We have always aimed to answer these faceless underwriters questions before they even get to ask them and that does mean having to garner much more background information from the client than was ever needed in the past, and these decisions being made about supporting small business are being left to individuals who firstly have never ever run a business in their life (I have always thought it would be a good idea for bankers to be seconded to industry for a portion of their development to see how the other half functions) and rarely if ever would lose their roles by saying no to an application.  After all they are only “protecting the Bank’s shareholders”.  The skill is in saying yes, and this skill is not being exercised as often as it could be.

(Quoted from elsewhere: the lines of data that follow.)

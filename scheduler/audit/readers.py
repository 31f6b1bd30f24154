"""Read any schedule file into a :class:`~scheduler.season.Season`: CSV, xlsx or season.json.

:func:`read_schedule_with_rows` returns a :class:`ScheduleFile`: the season plus, for every
fixture, the row of the source file it came from (so validity problems can say "rows 14, 17").
:func:`read_schedule` returns the season only. Every problem raises
:class:`~scheduler.errors.InputError` with its location (file, sheet, row, column); the size
limits of :mod:`scheduler.audit.limits` are checked before anything is parsed.

CSV (RFC 4180): the records are tokenised by :func:`pandas.read_csv` (C engine, every cell as
text, blank lines kept as empty records, so rows are numbered as CSV records), after two steps
pandas does not offer, which stay the project's own (reasons in ``docs/audit-input.md``):

* encoding: a byte-order mark decides (UTF-8, UTF-16 LE/BE, UTF-32); otherwise UTF-8, then
  Windows-1252 (cp1252), then Latin-1; text that still holds control characters (a binary file)
  is refused with a message. pandas reads with a given encoding and detects none;
* delimiter: comma, semicolon, tab or ``|``, chosen as the one that splits the header row into
  the most recognised column names (then the most fields). pandas' ``sep=None`` asks
  ``csv.Sniffer``, which guesses from character frequencies and knows nothing of headers (it
  takes the space for the delimiter of a title row such as "Spring Ladder 2031").

The columns read are those of the first :data:`HEADER_SEARCH_ROWS` records (the header is one of
them): narrower title rows and wider data rows (a trailing delimiter) are padded or cut, as the
``csv`` module's ragged rows were. Limits: no unquoted run longer than
:data:`~scheduler.audit.limits.MAX_CSV_FIELD_CHARS` (checked before tokenising), and no quoted
field longer either (the ``csv`` module's own limit for the header region, a check of the
frame with row and column for the rest). An unclosed quote is refused with the row it opens.

xlsx: read into one pandas frame per sheet with :func:`pandas.read_excel` and the calamine
engine (python-calamine; about four times faster than openpyxl here, see
``benchmarks/bench_xlsx_engine.py``), after the workbook's declared unpacked size is checked;
the first sheet that has a header row with the needed columns is used.

Columns are found by header in several languages (:mod:`scheduler.audit.headers`), or named by
hand (``columns={"home": "Heim", ...}``). A single "match" column holding ``"A v B"``,
``"A vs B"`` or ``"A - B"`` may replace home and away. The header row is the first of the first
:data:`HEADER_SEARCH_ROWS` rows that names home and away. Cell values:
:mod:`scheduler.audit.values`. Without an offset a kick-off needs a time zone: pass
``timezone=`` (an IANA name); otherwise the date is kept and the time becomes the fixture's
slot label (when there is no slot column). A row whose away side is empty or one of
:data:`BYE_WORDS` is a bye of the home team. Team names are refused with their row and column
when they hold control, text-direction or unassigned characters, and are read in Unicode
Normalization Form C (so "Café" typed two ways is one team), as in league files
(:mod:`scheduler.config.names`).
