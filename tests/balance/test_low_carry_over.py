"""The low carry-over search against the published bounds and check values.

Sources: K. G. Russell, Biometrika 67 (1980) 127-131 (lower bound n(n-1), reached for n a power
of two); Lambrechts, Ficker, Goossens & Spieksma, Math. Programming 172 (2018) 277-302 (the
circle method has the maximum, (n-1)(n^2-6n+12)); every single round robin of 6 teams has value
60 (K_6 has one one-factorization up to isomorphism, W. D. Wallis, *One-Factorizations*, 1997,
and all its round orders give 60: computed in the project notes and re-checked here by brute
force over the 5! orders). Best known values n = 10: 108, n = 12: 176 (Miyashiro & Matsui 2006;
Guedes & Ribeiro 2011; from memory) are only printed by ``benchmarks/bench_frontier.py``.
The value is re-counted by the fairness layer's independent count.
"""

from __future__ import annotations

import itertools

import numpy as np
import pytest

from scheduler.balance.low_carry_over import (
    best_low_carry_over,
    carry_over_bounds,
    carry_over_value,
    search_low_carry_over,
)
from scheduler.factorization.circle import circle_rounds
from scheduler.factorization.model import Factorization
from scheduler.factorization.verify import verify_rounds
from scheduler.fairness import carryover as fair


def _fair_value(rounds, n):
    fact = Factorization(n, tuple(rounds), "test", "test")
    return fair.carry_over_value(fair.carry_over_matrix(np.array(fact.partner_table())))


@pytest.mark.parametrize("n", [4, 6, 8, 10, 12, 14, 16])
def test_bounds_and_circle_value(n):
    lower, upper = carry_over_bounds(n)
    assert (lower, upper) == fair.coe_bounds(n)
    assert carry_over_value(circle_rounds(n), n) == upper == _fair_value(circle_rounds(n), n)


def test_every_six_team_order_gives_60():
    rounds = circle_rounds(6)
    values = {carry_over_value([rounds[k] for k in p], 6) for p in itertools.permutations(range(5))}
    assert values == {60}
    assert search_low_carry_over(rounds, 6, seed=1, moves=300).value == 60


@pytest.mark.parametrize("n", [10, 12])
def test_search_leaves_the_circle_maximum_far_behind(n):
    lower, upper = carry_over_bounds(n)
    got = search_low_carry_over(circle_rounds(n), n, seed=3, moves=4000)
    assert verify_rounds(n, got.rounds).valid
    assert got.value == carry_over_value(got.rounds, n) == _fair_value(got.rounds, n)
    assert lower <= got.value < lower + (upper - lower) // 4
    assert 0 <= got.position < 0.25


def test_order_only_keeps_the_factorization():
    n = 12
    rounds = circle_rounds(n)
    got = search_low_carry_over(rounds, n, seed=0, moves=2000, change_pairings=False)
    assert sorted(got.rounds) == sorted(rounds)
    assert got.value < carry_over_value(rounds, n)


def test_powers_of_two_use_russell_and_search_is_deterministic():
    assert best_low_carry_over(8).value == 56
    a = best_low_carry_over(10, seed=5, moves=1500)
    b = best_low_carry_over(10, seed=5, moves=1500)
    assert a == b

The claim is that they are indeed still lending but at what price?  Definitely higher margins of at least 200bp above previous norms, double the fees, 40 – 50% shorter terms, much lower LTV’s and it is only the very good companies that can live with these.

My argument is that providing serviceability can be assured with a reasonable amount of headroom and the applicant is clean and paid for, the lenders should be looking to do everything in their power to help and deliver on the commitments made to the Government when they were bailed out in the first place.  They are in the risk business after all, and the rewards are very good now.

It just reminds me of Mark Twain’s apt definition “A banker is a fellow who lends you his umbrella when the sun is shining, but wants it back the minute it begins to rain”, well it has been raining but the sun is coming out again so let’s start sharing those umbrellas as promised.